Oh my god. Black stallion. <3.<3


----------



## SydLovesJackers

Thats not a breed! xD 

Breed like ; quarter horse, thoroughbred,etc. 

Google "horse breeds"


----------



## DreamerOfDreams

xD 

Favorite breed : 

Spanish mustang. <3.<3


----------



## SydLovesJackers

Their pretty.

I like Rocky Mountain Horses :]


----------



## DreamerOfDreams

Ikr. <3.<3

They're pretty, too! ;D


----------



## SydLovesJackers

No text speak! xD 

They Are 

Jack is a Quarter Horse.


----------



## DreamerOfDreams

:O 

Why can't I talk in text? 

No wonder Jack is hotttttttttttt


----------



## SydLovesJackers

Cause you will get in trouble! xD

Hahaha i know right 

So how are you?


----------



## DreamerOfDreams

:O Why will you get in trouble? 

I'm good.

And you?


----------



## SydLovesJackers

Yes you will  

Yesh im good also  

Im probably gonna take jack for a trail ride tomorrow. 

I rode him yesterday 

I have a video of me jumping him, wanna see?


----------



## DreamerOfDreams

I know but why? 

That's good! 

Yes I want to see. <3.<3 

*Text talks*

>


----------



## SydLovesJackers

Cause some people dont understand text talk. xD 

meandjackeers.jpg picture by sydbaii - Photobucket

He knocked it down xDD


----------



## DreamerOfDreams

Oh. They should learn. 

Lol.


----------



## SydLovesJackers

sepiaslowmotionjumps.flv video by sydbaii - Photobucket

xDD!!


----------



## DreamerOfDreams

xD

By the way, I typed 'their' for 'they're' 

So.. . .

*They're


----------



## SydLovesJackers

LOL. 

Yeah i will prob set up the jump then take jack for a trail ride


----------



## DreamerOfDreams

xD

Mk.


----------



## SydLovesJackers

Soooo D


----------



## DreamerOfDreams

xD

SURPRISE!


----------



## SydLovesJackers

Hello There !

Hows your doggy?


----------



## DreamerOfDreams

xD

Mk.


----------



## DreamerOfDreams

o/

He's good. . .Old.
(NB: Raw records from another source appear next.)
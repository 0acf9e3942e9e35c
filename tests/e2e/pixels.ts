import type { Page } from "playwright-core";

/** An sRGB colour as three 0–255 channels. */
export type Rgb = readonly [number, number, number];

export function hexToRgb(hex: string): Rgb {
  return [parseInt(hex.slice(1, 3), 16), parseInt(hex.slice(3, 5), 16), parseInt(hex.slice(5, 7), 16)];
}

/** Euclidean distance between two colours in 0–255 sRGB (0 = the same colour; black to white is 441.7). */
export function rgbDistance(a: Rgb, b: Rgb): number {
  return Math.hypot(a[0] - b[0], a[1] - b[1], a[2] - b[2]);
}

/** A pixel as getImageData returns it: red, green, blue (not premultiplied) and alpha, 0–255. */
export type Rgba = readonly [number, number, number, number];

/**
 * The pixels painted on a canvas at the given points, in CSS pixels from the canvas's top-left corner (each is read
 * from the backing store at the canvas's own pixel ratio).
 */
export function canvasPixels(page: Page, selector: string, points: readonly (readonly [number, number])[]): Promise<Rgba[]> {
  return page.evaluate(
    ([sel, pts]) => {
      const canvas = document.querySelector<HTMLCanvasElement>(sel);
      if (!canvas) throw new Error(`no canvas at ${sel}`);
      const ratio = canvas.width / canvas.getBoundingClientRect().width;
      const ctx = canvas.getContext("2d")!;
      return pts.map(([x, y]) => {
        const d = ctx.getImageData(Math.floor(x * ratio), Math.floor(y * ratio), 1, 1).data;
        return [d[0]!, d[1]!, d[2]!, d[3]!] as [number, number, number, number];
      });
    },
    [selector, points] as const,
  );
}

/** What a census of a canvas's opaque, coloured pixels found (see `paintedColours`). */
export interface ColourCensus {
  /** per palette colour, the opaque pixels within the tolerance of it */
  near: number[];
  /** opaque pixels that are coloured (not a grey: channels more than 40 apart) */
  coloured: number;
  /** of those, the pixels that are a mix of two of the colours (where one stroke crosses or runs along another) */
  blends: number;
  /** of those, the pixels that are neither a palette colour nor a mix of two */
  offPalette: number;
}

/**
 * Counts the fully opaque pixels a canvas shows inside `box` (CSS pixels from the canvas's corner: left, top, width,
 * height), by the palette colour each lies within `tolerance` of, else as a mix of two of the palette and `inks` (the
 * colours other strokes are drawn in) when it lies that near the line between them in sRGB. Greys (axes, grid, ink
 * marks) are left out.
 */
export function paintedColours(page: Page, selector: string, box: readonly [number, number, number, number], palette: readonly Rgb[], tolerance: number, inks: readonly Rgb[] = []): Promise<ColourCensus> {
  return page.evaluate(
    ([sel, b, pal, tol, ink]) => {
      const canvas = document.querySelector<HTMLCanvasElement>(sel);
      if (!canvas) throw new Error(`no canvas at ${sel}`);
      const ratio = canvas.width / canvas.getBoundingClientRect().width;
      const x0 = Math.ceil(b[0] * ratio), y0 = Math.ceil(b[1] * ratio);
      const w = Math.floor(b[2] * ratio), h = Math.floor(b[3] * ratio);
      const d = canvas.getContext("2d")!.getImageData(x0, y0, w, h).data;
      const all = [...pal, ...ink];
      const toSegment = (r: number, g: number, bl: number, a: readonly number[], c: readonly number[]) => {
        const ab = [c[0]! - a[0]!, c[1]! - a[1]!, c[2]! - a[2]!], ap = [r - a[0]!, g - a[1]!, bl - a[2]!];
        const f = Math.max(0, Math.min(1, (ab[0]! * ap[0]! + ab[1]! * ap[1]! + ab[2]! * ap[2]!) / (ab[0]! ** 2 + ab[1]! ** 2 + ab[2]! ** 2 || 1)));
        return Math.hypot(ap[0]! - f * ab[0]!, ap[1]! - f * ab[1]!, ap[2]! - f * ab[2]!);
      };
      const near = pal.map(() => 0);
      let coloured = 0, blends = 0, offPalette = 0;
      for (let k = 0; k < d.length; k += 4) {
        if (d[k + 3]! < 250) continue;
        const r = d[k]!, g = d[k + 1]!, bl = d[k + 2]!;
        if (Math.max(r, g, bl) - Math.min(r, g, bl) <= 40) continue;
        coloured++;
        let best = -1, bestD = Infinity;
        pal.forEach((c, i) => {
          const dist = Math.hypot(r - c[0], g - c[1], bl - c[2]);
          if (dist < bestD) { bestD = dist; best = i; }
        });
        if (bestD <= tol) { near[best]!++; continue; }
        let mixed = false;
        for (let i = 0; i < all.length && !mixed; i++) for (let j = i + 1; j < all.length && !mixed; j++) mixed = toSegment(r, g, bl, all[i]!, all[j]!) <= tol;
        if (mixed) blends++;
        else offPalette++;
      }
      return { near, coloured, blends, offPalette };
    },
    [selector, box, palette, tolerance, inks] as const,
  );
}

/**
 * A uPlot chart's plot area (uPlot's bbox) in CSS pixels from its canvas's corner: left, top, width, height. uPlot
 * lays its `.u-over` element exactly over the plot area, so its place relative to the canvas is the bbox.
 */
export function plotArea(page: Page, testId: string): Promise<[number, number, number, number]> {
  return page.evaluate((id) => {
    const host = document.querySelector(`[data-testid="${id}"]`);
    const canvas = host?.querySelector("canvas"), over = host?.querySelector(".u-over");
    if (!canvas || !over) throw new Error(`no uPlot chart at ${id}`);
    const c = canvas.getBoundingClientRect(), o = over.getBoundingClientRect();
    return [o.left - c.left, o.top - c.top, o.width, o.height] as [number, number, number, number];
  }, testId);
}
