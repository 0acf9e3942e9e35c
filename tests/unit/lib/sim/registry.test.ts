/**
 * The element registry (lib/sim/registry.ts): the kinds, the element schema and the validator's rules come from one
 * list. Reference: the README's kinds table (engine: netlist format), the contract the netlist promises.
 */
import { describe, expect, it } from "vitest";
import { ELEMENT_KINDS, elementSchema, simulate, isSimError } from "@/lib/sim";

describe("element registry", () => {
  it("ELEMENT_KINDS lists the README's twelve kinds, in the table's order, and is the schema's own list", () => {
    expect([...ELEMENT_KINDS]).toEqual([
      "resistor", "capacitor", "inductor", "vsource", "isource", "vcvs", "vccs", "switch", "diode", "bjt", "mosfet", "opamp",
    ]);
    expect(elementSchema.options.map((o) => o.shape.kind.value)).toEqual([...ELEMENT_KINDS]);
  });
  it("an unknown kind is refused with the registry's kinds named", () => {
    try {
      simulate({ elements: [{ kind: "thyristor", name: "X1", nodes: ["a", "gnd"] } as never], analysis: { kind: "op" } });
      expect.unreachable();
    } catch (e) {
      expect(isSimError(e) && e.code).toBe("invalid");
      expect((e as Error).message).toContain(`expected one of ${ELEMENT_KINDS.join(", ")}`);
    }
  });
  it("each kind's topology rules apply: a capacitor gives no DC path, a voltage source loop is refused", () => {
    const floating = () => simulate({
      elements: [
        { kind: "vsource", name: "supply", nodes: ["a", "gnd"], dc: 1 },
        { kind: "capacitor", name: "block", nodes: ["a", "b"], value: 1e-9 },
        { kind: "resistor", name: "load", nodes: ["b", "c"], value: 1e3 },
      ],
      analysis: { kind: "op" },
    });
    expect(floating).toThrow(/node "b" is floating/);
    const loop = () => simulate({
      elements: [
        { kind: "vsource", name: "one", nodes: ["a", "gnd"], dc: 1 },
        { kind: "inductor", name: "short", nodes: ["a", "gnd"], value: 1e-3 },
      ],
      analysis: { kind: "op" },
    });
    expect(loop).toThrow(/closes a loop of voltage sources\/inductors/);
  });
});
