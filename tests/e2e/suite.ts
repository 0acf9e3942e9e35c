import { afterAll, beforeAll } from "vitest";
import type { Browser, BrowserContextOptions, Page } from "playwright-core";
import { launch, watchErrors } from "./browser";

/**
 * A suite's Chromium and page: launched, and the page set up (signed in, a scenario opened…), before the suite's
 * tests; closed after them. `errors` collects the page's console errors (watchErrors). Call it inside `describe`.
 */
export function suitePage(setUp: (page: Page) => Promise<void>, options: BrowserContextOptions = {}): { browser: Browser; page: Page; errors: string[] } {
  const suite = {} as { browser: Browser; page: Page; errors: string[] };
  beforeAll(async () => {
    suite.browser = await launch();
    suite.page = await suite.browser.newPage({ viewport: { width: 1440, height: 900 }, ...options });
    suite.errors = watchErrors(suite.page);
    await setUp(suite.page);
  });
  afterAll(async () => {
    await suite.browser?.close();
  });
  return suite;
}
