import { describe, expect, it } from "vitest";
import { compile, isSimError, parseNetlist, simulate, SimError, type Netlist } from "@/lib/sim";

function errorOf(fn: () => unknown): SimError {
  try {
    fn();
  } catch (e) {
    if (isSimError(e)) return e;
    throw e;
  }
  throw new Error("expected a SimError");
}

const ok: Netlist = {
  elements: [
    { kind: "vsource", name: "V1", nodes: ["a", "0"], dc: 1 },
    { kind: "resistor", name: "R1", nodes: ["a", "0"], value: 1000 },
  ],
  analysis: { kind: "op" },
};

describe("bad netlists get code \"invalid\" and a message naming the element and field", () => {
  it("unknown kind", () => {
    const e = errorOf(() => parseNetlist({ ...ok, elements: [...ok.elements, { kind: "thermistor", name: "TH1", nodes: ["a", "0"] }] }));
    expect(e.code).toBe("invalid");
    expect(e.message).toContain('"TH1"');
    expect(e.message).toContain('unknown kind "thermistor"');
    expect(e.message).toContain("resistor");
  });
  it("missing ground", () => {
    const e = errorOf(() => simulate({
      elements: [
        { kind: "vsource", name: "V1", nodes: ["a", "b"], dc: 1 },
        { kind: "resistor", name: "R1", nodes: ["a", "b"], value: 1000 },
      ],
      analysis: { kind: "op" },
    }));
    expect(e.code).toBe("invalid");
    expect(e.message).toMatch(/ground.*"gnd".*"0"/);
  });
  it("\"gnd\" is accepted as ground", () => {
    const r = simulate({ ...ok, elements: [
      { kind: "vsource", name: "V1", nodes: ["a", "gnd"], dc: 2 },
      { kind: "resistor", name: "R1", nodes: ["a", "GND"], value: 1000 },
    ] });
    expect(r.kind === "op" && r.currents.R1).toBeCloseTo(2e-3, 15);
  });
  it("floating node (reached only through a capacitor)", () => {
    const e = errorOf(() => simulate({ ...ok, elements: [...ok.elements, { kind: "capacitor", name: "C1", nodes: ["a", "x"], value: 1e-9 }] }));
    expect(e.code).toBe("invalid");
    expect(e.message).toContain('node "x" is floating');
    expect(e.message).toContain('"C1"');
  });
  it("voltage-source loop (two sources in parallel) and a source shorted by an inductor", () => {
    let e = errorOf(() => simulate({ ...ok, elements: [...ok.elements, { kind: "vsource", name: "V2", nodes: ["a", "0"], dc: 2 }] }));
    expect(e.code).toBe("invalid");
    expect(e.message).toContain('"V2"');
    expect(e.message).toContain("loop of voltage sources");
    e = errorOf(() => simulate({ ...ok, elements: [...ok.elements, { kind: "inductor", name: "L1", nodes: ["0", "a"], value: 1e-3 }] }));
    expect(e.message).toContain('"L1"');
  });
  it("negative value", () => {
    const e = errorOf(() => simulate({ ...ok, elements: [ok.elements[0], { kind: "resistor", name: "R1", nodes: ["a", "0"], value: -5 }] }));
    expect(e.code).toBe("invalid");
    expect(e.message).toContain('"R1"');
    expect(e.message).toContain('field "value" must be > 0');
  });
  it("NaN and Infinity", () => {
    let e = errorOf(() => simulate({ ...ok, elements: [ok.elements[0], { kind: "resistor", name: "R1", nodes: ["a", "0"], value: NaN }] }));
    expect(e.code).toBe("invalid");
    expect(e.message).toContain('"R1"');
    expect(e.message).toContain('field "value" must be a finite number');
    e = errorOf(() => simulate({ ...ok, elements: [{ kind: "vsource", name: "V1", nodes: ["a", "0"], dc: Infinity }, ok.elements[1]] }));
    expect(e.message).toContain('"V1"');
    expect(e.message).toContain('field "dc"');
  });
  it("a misspelt model parameter is named, not silently ignored", () => {
    const e = errorOf(() => simulate({ ...ok, elements: [...ok.elements, { kind: "bjt", name: "Q7", nodes: ["a", "a", "0"], model: { betaf: 50 } } as never] }));
    expect(e.code).toBe("invalid");
    expect(e.message).toContain('"Q7"');
    expect(e.message).toContain('"betaf"');
  });
  it("duplicate names, bad sweep source, inverted AC range", () => {
    expect(errorOf(() => simulate({ ...ok, elements: [...ok.elements, { kind: "resistor", name: "R1", nodes: ["a", "0"], value: 1 }] })).message).toContain('"R1" is used twice');
    expect(errorOf(() => simulate({ ...ok, analysis: { kind: "dcsweep", source: "R1", from: 0, to: 1 } })).message).toContain('"analysis.source"');
    expect(errorOf(() => simulate({ ...ok, analysis: { kind: "ac", fStart: 1e3, fStop: 10 } })).message).toContain('"analysis.fStop"');
  });
  it("a missing analysis field is named", () => {
    const e = errorOf(() => simulate({ ...ok, analysis: { kind: "tran" } as never }));
    expect(e.message).toContain('"analysis.tStop"');
  });
});

describe("runtime failures", () => {
  it("a structurally valid but singular circuit (a VCVS fixing its own control voltage) gets \"singular\" naming the unknown", () => {
    const e = errorOf(() => simulate({
      elements: [
        { kind: "vcvs", name: "E1", nodes: ["o", "0"], control: ["o", "0"], gain: 1 },
        { kind: "resistor", name: "R1", nodes: ["o", "0"], value: 1000 },
      ],
      analysis: { kind: "op" },
    }));
    expect(e.code).toBe("singular");
    expect(e.message).toMatch(/node "o"|vcvs "E1"/);
  });
  it("shouldStop cancels a transient with code \"cancelled\"", () => {
    let calls = 0;
    const e = errorOf(() => simulate(
      { ...ok, elements: [...ok.elements, { kind: "capacitor", name: "C1", nodes: ["a", "0"], value: 1e-9 }], analysis: { kind: "tran", tStop: 1, maxStep: 1e-6 } },
      { shouldStop: () => ++calls > 3 },
    ));
    expect(e.code).toBe("cancelled");
  });
  it("the time budget ends a long transient with code \"budget\" and a clear message", () => {
    const e = errorOf(() => simulate(
      { ...ok, elements: [...ok.elements, { kind: "capacitor", name: "C1", nodes: ["a", "0"], value: 1e-9 }], analysis: { kind: "tran", tStop: 10, maxStep: 1e-7 } },
      { timeBudgetMs: 50 },
    ));
    expect(e.code).toBe("budget");
    expect(e.message).toMatch(/budget/i);
  });
  it("progress is reported and ends at 1", () => {
    const seen: number[] = [];
    simulate({ ...ok, elements: [...ok.elements, { kind: "capacitor", name: "C1", nodes: ["a", "0"], value: 1e-9 }], analysis: { kind: "tran", tStop: 1e-3, maxStep: 1e-6 } }, { onProgress: (f) => seen.push(f) });
    expect(seen.length).toBeGreaterThan(3);
    expect(seen[seen.length - 1]).toBe(1);
    for (let i = 1; i < seen.length; i++) expect(seen[i]).toBeGreaterThanOrEqual(seen[i - 1]);
  });
  it("a compiled netlist runs other analyses on the same topology", () => {
    const c = compile(ok);
    const op = c.run();
    const sweep = c.run({}, { kind: "dcsweep", source: "V1", from: 0, to: 2, points: 3 });
    expect(op.kind === "op" && op.nodes.a).toBe(1);
    expect(sweep.kind === "dcsweep" && Array.from(sweep.nodes.a)).toEqual([0, 1, 2]);
  });
});
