/**
 * Transient analysis: trapezoidal integration of every charge/flux (companion models, REFERENCES §2.2), with
 * local-truncation-error step control from divided differences of the charges (Nagel 1975, ERL-M520; Pillage, Rohrer
 * & Visweswariah 1995 — REFERENCES §2.3), breakpoints at every wave corner and switch event, and one backward-Euler
 * step after each breakpoint (a slope discontinuity would otherwise excite trapezoidal ringing). Without a maxStep
 * from the caller, the accuracy defaults apply (tStep bounds the step; truncation error per unit step, see below).
 */
import { type Circuit, MODE_DC, MODE_TRAN } from "../circuit";
import { SimError } from "../errors";
import type { TranResult } from "../results";
import { checkpoint } from "../checkpoint";
import { newton, solveDc, worstName } from "./newton";

/**
 * Truncation-error control with the accuracy defaults (no maxStep given): error per unit step, relative to the
 * charge's full scale so far. Each step may add at most ACCURACY_TRTOL·trtol·(floor + reltol·max(|i|, peak |i|))·h
 * of error to a charge q (i = dq/dt), so errors summed over a run stay below reltol × the charge's range instead of
 * growing with the number of steps, and a current crossing zero does not collapse the step. The classic tolerance,
 * max(floor + reltol·|i|, reltol·|q|/h) (Nagel 1975), allows reltol·|q| per step whatever the step: measured
 * 0.55 % of full scale on a ringing RLC and 0.4 % on an emitter follower that cuts off each period, against 0.08 %
 * and 0.01 % with this one at 0.25 (the same circuits as tests/unit/lib/sim/tran-accuracy-*.test.ts). `floor` is
 * the state's absolute floor in its derivative's units (Circuit.stateAbsTol: abstol for a charge, vntol for an
 * inductor's flux).
 */
const ACCURACY_TRTOL = 0.25;
/**
 * Floor of that tolerance, as a fraction of the classic charge term reltol·|q|/h: below it a charge's divided
 * differences are Newton's own convergence noise, and chasing them would cut the step down to nothing while a
 * circuit is quiet (no current yet to set the scale).
 */
const CHARGE_FLOOR = 1e-2;

/** Growable columns for the accepted points. */
class Columns {
  cap = 256;
  len = 0;
  data: Float64Array[];
  constructor(readonly width: number) {
    this.data = Array.from({ length: width }, () => new Float64Array(this.cap));
  }
  grow(): void {
    this.cap *= 2;
    this.data = this.data.map((d) => { const n = new Float64Array(this.cap); n.set(d); return n; });
  }
}

export interface TranParams { tStop: number; tStep: number | null; maxStep: number | null; start: "op" | "ic" }

export function runTran(c: Circuit, a: TranParams, onProgress?: (f: number) => void): TranResult {
  const { tStop } = a;
  const tStep = a.tStep ?? tStop / 1000;
  // Accuracy defaults, unless the caller sets maxStep (and with it the step budget, as the design layer does):
  // - the output step, when given, bounds the internal step (the classic TMAX default, min(tStep, tStop/50)): the
  //   truncation-error control alone lets the step grow over what no charge sees (a sine through a diode into a
  //   resistor);
  // - the truncation-error tolerance is per unit step and relative to each charge's full scale (ACCURACY_TRTOL).
  // Periodic sources bound the step in both cases (their maxStepAt).
  const accuracyDefaults = a.maxStep === null;
  const maxStep = Math.min(a.maxStep ?? Math.min(a.tStep ?? Infinity, tStop / 50), tStop);
  const hmin = tStop * 1e-13;
  const { reltol, trtol } = c.tol;
  const chgtol = 1e-14;
  const els = c.elements;
  const nUser = c.userNodeNames.length;

  c.useWaves = true;
  c.time = 0;
  c.x.fill(0);
  if (a.start === "op") {
    solveDc(c, "the transient's initial operating point");
  } else {
    c.strictSingular = true; // a singular matrix at the first step is the circuit's fault
    for (const el of els) el.applyInitialCondition(c);
  }
  for (const el of els) el.initState(c, a.start === "ic");
  c.q2.set(c.q1); c.q3.set(c.q1);
  c.i0.set(c.i1); c.q0.set(c.q1);

  // breakpoints
  const bpList: number[] = [];
  for (const el of els) el.breakpoints(tStop, bpList);
  bpList.push(tStop);
  bpList.sort((p, q) => p - q);
  const bps: number[] = [];
  for (const t of bpList) if (t > hmin && (bps.length === 0 || t - bps[bps.length - 1] > hmin)) bps.push(t);
  let bpIdx = 0;

  const nCur = els.length;
  const cols = new Columns(1 + nUser + nCur);
  const record = (t: number) => {
    if (cols.len === cols.cap) cols.grow();
    const k = cols.len++;
    const d = cols.data;
    d[0][k] = t;
    for (let i = 0; i < nUser; i++) d[1 + i][k] = c.x[i];
    for (let e = 0; e < nCur; e++) d[1 + nUser + e][k] = els[e].current(c);
  };
  c.mode = MODE_DC;
  record(0);

  const xAcc = new Float64Array(c.x.length);
  let t = 0;
  let tm1 = 0, tm2 = 0; // earlier accepted times
  let history = 0; // accepted steps so far (for the truncation-error estimate)
  // The first two steps have no history for a truncation-error estimate: they start small (a tenth of the bounds,
  // a hundredth with the accuracy defaults, where the periodic sources' bounds count too) and double from there.
  let h = Math.min(tStep, maxStep, bps[0]) / 10;
  if (accuracyDefaults) {
    for (let e = 0; e < els.length; e++) h = Math.min(h, els[e].maxStepAt(0) / 10);
    h /= 10;
  }
  let order = 1;
  let accepted = 0, rejected = 0;
  const startIter = c.newtonIterations;
  const maxNewtonTran = Math.max(20, Math.min(c.tol.maxNewton, 50));
  const nState = c.nState;
  // largest |dq/dt| of each charge so far (accuracy defaults: the tolerance's scale)
  const iPeak = new Float64Array(nState);

  while (t < tStop - hmin) {
    if (accepted + rejected >= c.tol.maxSteps) {
      throw new SimError("budget", `Transient step budget (${c.tol.maxSteps} steps) exhausted at t = ${t.toPrecision(6)} s`);
    }
    const turn = accepted + rejected;
    if ((turn & 7) === 0) checkpoint(c); // every 8th step (a clock read costs ~0.1 µs, a step several µs)
    if ((turn & 31) === 0) onProgress?.(t / tStop);
    const nextBp = bps[bpIdx];
    let hmax = maxStep;
    for (let e = 0; e < els.length; e++) { const m = els[e].maxStepAt(t); if (m < hmax) hmax = m; }
    if (h > hmax) h = hmax;
    let hitBp = false;
    if (t + h >= nextBp - hmin) { h = nextBp - t; hitBp = true; }
    else if (t + 1.8 * h > nextBp) { h = (nextBp - t) / 2; } // avoid a sliver step before the breakpoint

    const tn = hitBp ? nextBp : t + h;
    c.time = tn;
    c.mode = MODE_TRAN;
    if (order === 1) { c.ag0 = 1 / h; c.trap = 0; } else { c.ag0 = 2 / h; c.trap = 1; }
    xAcc.set(c.x);
    if (!newton(c, maxNewtonTran)) {
      c.x.set(xAcc);
      rejected++;
      h /= 8;
      order = 1;
      if (h < hmin) {
        throw new SimError(
          "convergence",
          `Transient did not converge at t = ${t.toPrecision(6)} s at ${worstName(c)} (Newton failed with the step cut down to ${h.toExponential(2)} s)`,
        );
      }
      continue;
    }

    // truncation error → proposed next step
    let hNew = Infinity;
    if (history >= 2) {
      const t0 = tn, t1 = t, t2 = tm1, t3 = tm2;
      for (let s = 0; s < nState; s++) {
        const q0 = c.q0[s], q1 = c.q1[s], q2 = c.q2[s];
        const d10 = (q0 - q1) / (t0 - t1), d11 = (q1 - q2) / (t1 - t2);
        const d20 = (d10 - d11) / (t0 - t2);
        const iNow = Math.max(Math.abs(c.i0[s]), Math.abs(c.i1[s]));
        const floor = c.stateAbsTol[s]; // abstol for a charge, vntol for an inductor's flux
        const tol = accuracyDefaults
          ? Math.max(
              ACCURACY_TRTOL * (floor + reltol * Math.max(iNow, iPeak[s])),
              (CHARGE_FLOOR * reltol * Math.max(Math.abs(q0), Math.abs(q1), chgtol)) / h,
            )
          : Math.max(floor + reltol * iNow, (reltol * Math.max(Math.abs(q0), Math.abs(q1), chgtol)) / h);
        let hs: number;
        if (order === 1 || history < 3) {
          const q2nd = Math.abs(2 * d20);
          if (q2nd === 0) continue;
          hs = (2 * trtol * tol) / q2nd;
        } else {
          const d12 = (q2 - c.q3[s]) / (t2 - t3);
          const d21 = (d11 - d12) / (t1 - t3);
          const q3rd = Math.abs(6 * (d20 - d21) / (t0 - t3));
          if (q3rd === 0) continue;
          hs = Math.sqrt((12 * trtol * tol) / q3rd);
        }
        if (hs < hNew) hNew = hs;
      }
      if (hNew < 0.9 * h && h > 2 * hmin) {
        c.x.set(xAcc);
        rejected++;
        h = Math.max(hNew, h / 8);
        continue;
      }
    }

    // accept
    accepted++;
    history++;
    tm2 = tm1; tm1 = t; t = tn;
    c.q3.set(c.q2); c.q2.set(c.q1); c.q1.set(c.q0); c.i1.set(c.i0);
    if (accuracyDefaults) for (let s = 0; s < nState; s++) { const i = Math.abs(c.i0[s]); if (i > iPeak[s]) iPeak[s] = i; }
    record(t);
    const hPrev = h;
    if (hitBp) {
      bpIdx++;
      order = 1;
      const gap = bpIdx < bps.length ? bps[bpIdx] - t : maxStep;
      h = Math.min(hNew, 2 * hPrev, 0.1 * gap, tStep);
    } else {
      order = 2;
      h = Math.min(hNew, 2 * hPrev);
    }
    if (h < hmin) h = hmin * 2;
  }
  onProgress?.(1);
  const len = cols.len;
  const time = cols.data[0].slice(0, len);
  const nodes: Record<string, Float64Array> = {};
  for (let i = 0; i < nUser; i++) nodes[c.userNodeNames[i]] = cols.data[1 + i].slice(0, len);
  const currents: Record<string, Float64Array> = {};
  for (let e = 0; e < nCur; e++) currents[els[e].name] = cols.data[1 + nUser + e].slice(0, len);
  return { kind: "tran", time, nodes, currents, stats: { accepted, rejected, newtonIterations: c.newtonIterations - startIter } };
}
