import { describe, expect, it } from "vitest";
import type { NetlistElement } from "@/lib/sim";
import { T300C, VT300, runTran } from "./helpers";

// A 50-section RC ladder ending in a diode, driven by a 0 → 1 V step. Regression for a pivot order chosen at DC and
// reused in transient, where C/h dominates: chained large multipliers once turned the far end into garbage.
describe("50-section RC ladder with a diode at the far end", () => {
  const N = 50;
  const elements: NetlistElement[] = [
    { kind: "vsource", name: "V1", nodes: ["n0", "0"], wave: { shape: "pulse", low: 0, high: 1, delay: 1e-6, rise: 1e-7, fall: 1e-7, width: 1, period: null } },
  ];
  for (let i = 0; i < N; i++) {
    elements.push({ kind: "resistor", name: `R${i}`, nodes: [`n${i}`, `n${i + 1}`], value: 10 });
    elements.push({ kind: "capacitor", name: `C${i}`, nodes: [`n${i + 1}`, "0"], value: 1e-9 });
  }
  elements.push({ kind: "diode", name: "D1", nodes: [`n${N}`, "0"], model: { Is: 1e-14 } });
  const r = runTran({ temperature: T300C, elements, analysis: { kind: "tran", tStop: 1e-3 }, options: { gmin: 0 } });

  it("stays within the source's range at every node and time (an RC network's step response is bounded by it)", () => {
    for (const name of ["n1", "n10", "n25", "n40", "n50"]) {
      for (const v of r.nodes[name]) {
        expect(v).toBeGreaterThanOrEqual(-1e-6);
        expect(v).toBeLessThanOrEqual(1 + 1e-6);
      }
    }
  });

  it("settles where the diode current through the 500 Ω ladder balances: v = 1 − 500·Is·(e^{v/Vt} − 1) (Shockley)", () => {
    let lo = 0, hi = 1; // bisection (common practice) on the monotone balance
    for (let k = 0; k < 200; k++) {
      const v = 0.5 * (lo + hi);
      if (1 - v - 500 * 1e-14 * Math.expm1(v / VT300) > 0) lo = v; else hi = v;
    }
    const last = r.time.length - 1;
    expect(r.nodes.n50[last]).toBeCloseTo(lo, 4);
    expect(r.stats.accepted).toBeLessThan(2000);
  });
});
He had a white mustache.


----------



## SydLovesJackers

:O! Whats his name?


----------



## DreamerOfDreams

Kipper.

<3.<3


----------



## SydLovesJackers

Shexy name


----------



## DreamerOfDreams

:O 

I know right!


----------



## SydLovesJackers

So whats your favorite tv show?


----------



## DreamerOfDreams

Desperate Housewives.

<3.<3


----------



## SydLovesJackers

Loooooooool xDD. 

I havent watched that in forevverr.


----------



## DreamerOfDreams

xD

What's yours?


----------



## SydLovesJackers

Animal Planet <3o<3

xD


----------



## DreamerOfDreams

Lol!

I like that. <3


----------



## SydLovesJackers

I know right 

Horses <3


----------



## DreamerOfDreams

lalalalalalalaaa


----------



## SydLovesJackers

How was your day today?


----------



## DreamerOfDreams

xD

Lol.


----------



## SydLovesJackers

How was your day?!


----------



## DreamerOfDreams

You already asked that. 

But good.


----------



## SydLovesJackers

You didnt respond the first time! xD


----------



## DreamerOfDreams

No no I mean you said it before you asked it this time. . .You asked it like an hour ago.


----------



## SydLovesJackers

Ohh :]


----------



## DreamerOfDreams

xDDDDDDDDDDD


----------



## speedy da fish

:lol: lol...


----------